Logging concessions cut raw green corridors in what would otherwise still be viable jungle. More importantly to the indigenous folk, the loggers are stripping out the largest trees, depriving local populations of resources that are irreplaceable. For the indigenous population, there are no meaningful distinctions to be made between loggers, settlers and peasant farmers. They all represent  the same hazards for indigenous  health; disruption of the indigenous economy  and the destruction of once abundant habitats.

Maws

 

Will global warming and the acidification of the oceans lead to toothless sharks? Researchers in Germany have confirmed that current climatic conditions are a factor in accelerating tooth corrosion and disrupting the normal alignment of shark teeth. Visit Heinrich Heine University` to get the full story.

 

Who’s afraid of the big bad wolf?

Television advertisements get a seasonal boost over Christmas, many of them going off at a tangent to promote lifestyle changes. In the process, they can lose focus and clarity. This year’s Intermarché two and a half minute spot is a case in point, as you will see when you click the link above and run it. The animation is flawless, the soundtrack is bright and the subtitles are timed to perfection. The storyline should be as clear as day, or at least as good as the component parts. In this case, a family Christmas lunch scene dissolves into an insoluble conflict between a wolf’s longing for friends and the creature’s assumed carniverous background. To be sure, you can’t have friends and eat them (the reference to cakeism is deliberate), but you need something a bit more substantial than the “mother carries child off to bed” ending. If the ending rounded off a strong storyline, one might forgive the lingering doubts that follow the final screen. But with an understated narrative, the story fails to inspire, inform, or instruct. It has no clear statement to offer, nor lessons to learn. Which is a shame, given the high creative standards of the agency.

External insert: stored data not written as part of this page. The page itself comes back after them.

func (rd *mpsReader) header(f []string) error {
	key := strings.ToUpper(f[0])
	switch key {
	case "NAME":
		if len(f) > 1 {
			rd.name = strings.Join(f[1:], " ")
		}
	case "OBJSENSE":
		if len(f) > 1 {
			return rd.sense(f[1])
		}
	case "ROWS", "COLUMNS", "RHS", "RANGES", "BOUNDS":
		if len(f) > 1 {
			return rd.errf("section header %s takes no arguments, got %q", key, strings.Join(f[1:], " "))
		}
	case "ENDATA":
		rd.ended = true
	case "SOS":
		return rd.errf("section SOS: special ordered sets are not supported (rigmix solves linear MIPs only)")
	case "QUADOBJ", "QMATRIX", "QSECTION", "QCMATRIX":
		return rd.errf("section %s: quadratic objectives and constraints are not supported (rigmix solves linear MIPs only)", key)
	case "INDICATORS":
		return rd.errf("section INDICATORS: indicator constraints are not supported (rigmix solves linear MIPs only)")
	case "CSECTION":
		return rd.errf("section CSECTION: conic constraints are not supported (rigmix solves linear MIPs only)")
	case "OBJSENSE:", "OBJNAME", "OBJSENCE":
		return rd.errf("section %s is not supported", key)
	default:
		return rd.errf("unknown section header %q (want NAME, OBJSENSE, ROWS, COLUMNS, RHS, RANGES, BOUNDS or ENDATA; data lines must start with a space)", f[0])
	}
	if key == "COLUMNS" && rd.objRow < 0 && rd.objName == "" {
		return rd.errf("COLUMNS before any N (objective) row in ROWS")
	}
	rd.section = key
	return nil
}

func (rd *mpsReader) sense(s string) error {
	switch strings.ToUpper(s) {
	case "MAX", "MAXIMIZE":
		rd.maximize = true
	case "MIN", "MINIMIZE":
		rd.maximize = false
	default:
		return rd.errf("OBJSENSE %q: want MAX or MIN", s)
	}
	return nil
}

func (rd *mpsReader) number(s, what string) (float64, error) {
	v, ok := parseMPSNumber(s)
	if !ok {
		return 0, rd.errf("%s %q is not a number (want digits with an optional sign, decimal point and exponent, such as -1.5e3, or Inf)", what, s)
	}
	return v, nil
}

// parseMPSNumber reads a number as MPS writes them: an optional sign,
// digits with an optional decimal point (at least one digit), and an
// optional exponent e or E with an optional sign and digits; or, as
// CPLEX, CBC and HiGHS also read (from memory), Inf or Infinity in any
// case with an optional sign. Go's other forms (hexadecimal, digit
// separators "1_0", NaN) are refused.
func parseMPSNumber(s string) (float64, bool) {
	t := s
	if t != "" && (t[0] == '+' || t[0] == '-') {
		t = t[1:]
	}
	if strings.EqualFold(t, "inf") || strings.EqualFold(t, "infinity") {
		if s[0] == '-' {
			return math.Inf(-1), true
		}
		return math.Inf(1), true
	}
	k, digits := 0, 0
	for k < len(t) && t[k] >= '0' && t[k] <= '9' {
		k, digits = k+1, digits+1
	}
	if k < len(t) && t[k] == '.' {
		k++
		for k < len(t) && t[k] >= '0' && t[k] <= '9' {
			k, digits = k+1, digits+1
		}
	}
	if digits == 0 {
		return 0, false
	}
	if k < len(t) && (t[k] == 'e' || t[k] == 'E') {
		k++
		if k < len(t) && (t[k] == '+' || t[k] == '-') {
			k++
		}
		e := k
		for k < len(t) && t[k] >= '0' && t[k] <= '9' {
			k++
		}
		if k == e {
			return 0, false
		}
	}
	if k != len(t) {
		return 0, false
	}
	v, err := strconv.ParseFloat(s, 64)
	if err != nil && !math.IsInf(v, 0) {
		return 0, false
	}
	// Overflow (1e999) is infinite, as the magnitude says.
	return v, true
}

// bound reads a bound, right-hand side or range value: magnitudes of
// lp.Infinity and beyond are infinite; finite ones must be at most
// lp.MaxFinite.
func (rd *mpsReader) bound(s, what string) (float64, error) {
	v, err := rd.number(s, what)
	if err != nil {
		return 0, err
	}
	v = lp.NormBound(v)
	if !math.IsInf(v, 0) && math.Abs(v) > lp.MaxFinite {
		return 0, rd.errf("%s is %s: finite values must be at most %g in magnitude; write %g or more for no bound, or rescale the model", what, s, lp.MaxFinite, lp.Infinity)
	}
	return v, nil
}

// coefficient reads a matrix or objective coefficient: its magnitude must
// lie in [MinCoef, lp.MaxFinite] unless it is zero.
func (rd *mpsReader) coefficient(s, what string) (float64, error) {
	v, err := rd.number(s, what)
	if err != nil {
		return 0, err
	}
	if a := math.Abs(v); a > lp.MaxFinite || (a != 0 && a < MinCoef) {
		return 0, rd.errf("%s is %s: coefficients must be zero or between %g and %g in magnitude; rescale the row or column", what, s, MinCoef, lp.MaxFinite)
	}
	return v, nil
}

// MinCoef is the smallest magnitude of a nonzero coefficient ReadMPS
// accepts. Below it a coefficient is lost in the solver's tolerances
// (about 1e-9): rather than drop it silently, the file is refused.
const MinCoef = 1e-15

func (rd *mpsReader) data(f []string) error {
	switch rd.section {
	case "OBJSENSE":
		return rd.sense(f[0])
	case "ROWS":
		return rd.rowLine(f)
	case "COLUMNS":
		return rd.columnLine(f)
	case "RHS":
		return rd.pairs(f, "RHS", rd.setRHS)
	case "RANGES":
		return rd.pairs(f, "RANGES", rd.setRange)
	case "BOUNDS":
		return rd.boundLine(f)
	case "":
		return rd.errf("data line before any section header")
	}
	return rd.errf("data line in section %s", rd.section)
}

func (rd *mpsReader) rowLine(f []string) error {
	if len(f) != 2 {
		return rd.errf("ROWS line wants a type and a name, got %d fields", len(f))
	}
	t := strings.ToUpper(f[0])
	name := f[1]
	if _, dup := rd.rowIndex[name]; dup || name == rd.objName {
		return rd.errf("row %q is defined twice", name)
	}
	switch t {
	case "N":
		if rd.objName == "" {
			rd.objName = name
			rd.rowIndex[name] = -2
			rd.objRow = 0
			return nil
		}
	case "L", "G", "E":
	default:
		return rd.errf("row %q has type %q; want N, L, G or E", name, f[0])
	}
	rd.rowIndex[name] = len(rd.rowNames)
	rd.rowNames = append(rd.rowNames, name)
	rd.rowType = append(rd.rowType, t[0])
	rd.rhs = append(rd.rhs, 0)
	rd.rng = append(rd.rng, 0)
	rd.rngSet = append(rd.rngSet, false)
	return nil
}

func (rd *mpsReader) columnLine(f []string) error {
	if len(f) == 3 && strings.EqualFold(f[1], "'MARKER'") {
		switch strings.ToUpper(f[2]) {
		case "'INTORG'":
			rd.inInt = true
		case "'INTEND'":
			rd.inInt = false
		default:
			return rd.errf("MARKER %q: want 'INTORG' or 'INTEND'", f[2])
		}
		return nil
	}
	if len(f) != 3 && len(f) != 5 {
		return rd.errf("COLUMNS line wants column, row, value [, row, value], got %d fields", len(f))
	}
	name := f[0]
	j, ok := rd.colIndex[name]
	if !ok {
		j = len(rd.cols)
		rd.colIndex[name] = j
		rd.cols = append(rd.cols, &mpsCol{name: name, integer: rd.inInt, up: math.Inf(1)})
	} else if j != len(rd.cols)-1 {
		return rd.errf("column %q appears again after other columns; its entries must be contiguous", name)
	}
	c := rd.cols[j]
	for k := 1; k+1 < len(f); k += 2 {
		i, ok := rd.rowIndex[f[k]]
		if !ok {
			return rd.errf("column %q names row %q, which ROWS does not define", name, f[k])
		}
		v, err := rd.coefficient(f[k+1], fmt.Sprintf("coefficient of column %q in row %q", name, f[k]))
		if err != nil {
			return err
		}
		key := [2]int{j, i}
		if rd.seen[key] {
			return rd.errf("column %q has row %q twice", name, f[k])
		}
		rd.seen[key] = true
		if i == -2 {
			c.obj = v
			continue
		}
		c.rows = append(c.rows, i)
		c.vals = append(c.vals, v)
	}
	return nil
}

// pairs handles "[setname] row value [row value]" lines of RHS and RANGES;
// the set name is optional in free MPS.
func (rd *mpsReader) pairs(f []string, sec string, set func(row string, v float64) error) error {
	switch len(f) {
	case 2, 4:
	case 3, 5:
		f = f[1:]
	default:
		return rd.errf("%s line wants [set] row value [row value], got %d fields", sec, len(f))
	}
	for k := 0; k+1 < len(f); k += 2 {
		v, err := rd.bound(f[k+1], fmt.Sprintf("%s value for row %q", sec, f[k]))
		if err != nil {
			return err
		}
		if err := set(f[k], v); err != nil {
			return err
		}
	}
	return nil
}

func (rd *mpsReader) setRHS(row string, v float64) error {
	i, ok := rd.rowIndex[row]
	if !ok {
		return rd.errf("RHS names row %q, which ROWS does not define", row)
	}
	if i == -2 {
		if math.IsInf(v, 0) {
			return rd.errf("RHS of the objective row %q (the objective constant) is infinite", row)
		}
		rd.objRHS = v
		return nil
	}
	rd.rhs[i] = v
	return nil
}

func (rd *mpsReader) setRange(row string, v float64) error {
	i, ok := rd.rowIndex[row]
	if !ok {
		return rd.errf("RANGES names row %q, which ROWS does not define", row)
	}
	if i == -2 || rd.rowType[i] == 'N' {
		return rd.errf("RANGES on the free row %q", row)
	}
	rd.rng[i] = v
	rd.rngSet[i] = true
	return nil
}

func (rd *mpsReader) boundLine(f []string) error {
	t := strings.ToUpper(f[0])
	needValue := true
	switch t {
	case "FR", "MI", "PL", "BV":
		needValue = false
	case "UP", "LO", "FX", "LI", "UI":
	case "SC":
		return rd.errf("bound type SC: semi-continuous bounds are not supported")
	case "SI":
		return rd.errf("bound type SI: semi-integer bounds are not supported")
	default:
		return rd.errf("bound type %q; want UP, LO, FX, FR, MI, PL, BV, LI or UI", f[0])
	}
	// Forms: type [set] column [value]
	var colName, valStr string
	switch {
	case needValue && len(f) == 4:
		colName, valStr = f[2], f[3]
	case needValue && len(f) == 3:
		colName, valStr = f[1], f[2]
	case !needValue && (len(f) == 3 || len(f) == 4):
		// A value after FR/MI/PL/BV is tolerated and ignored, as CBC does.
		colName = f[2]
		if len(f) == 3 {
			if _, ok := rd.colIndex[f[2]]; !ok {
				if _, ok := rd.colIndex[f[1]]; ok {
					colName = f[1]
				}
			}
		}
	case !needValue && len(f) == 2:
		colName = f[1]
	default:
		return rd.errf("BOUNDS %s line has %d fields; want type [set] column%s", t, len(f), map[bool]string{true: " value", false: ""}[needValue])
	}
	j, ok := rd.colIndex[colName]
	if !ok {
		return rd.errf("BOUNDS names column %q, which COLUMNS does not define", colName)
	}
	c := rd.cols[j]
	var v float64
	if needValue {
		var err error
		v, err = rd.bound(valStr, fmt.Sprintf("%s bound of column %q", t, colName))
		if err != nil {
			return err
		}
	}
	switch t {
	case "UP", "UI":
		c.up, c.upSet = v, true
		if v < 0 && !c.loSet && c.lo == 0 {
			c.lo = math.Inf(-1)
		}
		if t == "UI" {
			c.integer = true
		}
	case "LO", "LI":
		c.lo, c.loSet = v, true
		if t == "LI" {
			c.integer = true
		}
	case "FX":
		c.lo, c.up, c.loSet, c.upSet = v, v, true, true
	case "FR":
		c.lo, c.up, c.loSet, c.upSet = math.Inf(-1), math.Inf(1), true, true
	case "MI":
		c.lo, c.loSet = math.Inf(-1), true
	case "PL":
		c.up, c.upSet = math.Inf(1), true
	case "BV":
		c.lo, c.up, c.loSet, c.upSet, c.integer = 0, 1, true, true, true
	}
	if c.lo == math.Inf(1) || c.up == math.Inf(-1) {
		return rd.errf("BOUNDS %s %s gives column %q a lower bound of +∞ or an upper bound of -∞ (±%g and beyond count as infinite), which no value meets", t, valStr, colName, lp.Infinity)
	}
	return nil
}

When is a peasant not a peasant?

France’s national farmers’ federation, the FNSEA, is more like an advertising agency than a trade union. When marching in national demonstrations, they make a point of referring to themselves as ‘paysans’ (peasants), . Dare to call one of them a ‘peasant’ away from the television cameras and you’ll get a bunch of fives and a reminder that there is more to farming than spreading muck. While I was learning my way around government offices in Paris, I found myself being quizzed by a couple of burly agricultural types. I had just arrived at the agriculture ministry in rue de Varenne with an appointment to talk to the minister about the Common Agriculture Policy. These two weren’t as smartly dressed as the ministry staff, but were very interested in my business, only withdrawing when they spotted the minister’s chef de cabinet coming back. “Ouf, les syndicalistes, c’est pénible,” he groaned. “Lequel syndicat…?”  “FNSEA.” The conversation moved to less thorny topics and I took a sheaf of papers from my briefcase. “…let’s show those to my advisers, shall we…?” the minister pleaded. There was a brief exchange of words at the office door, just enough to identify the pair I had met in the foyer minutes earlier. “…subvention? …fonds publiques…?” This was clearly a fishing trip. “C’est un thème d’interet tout public…” I started. “…donc le public va payer…” came the answer. Stripped of any wider context or or even interest, the topic pretty much curled up and died on the spot.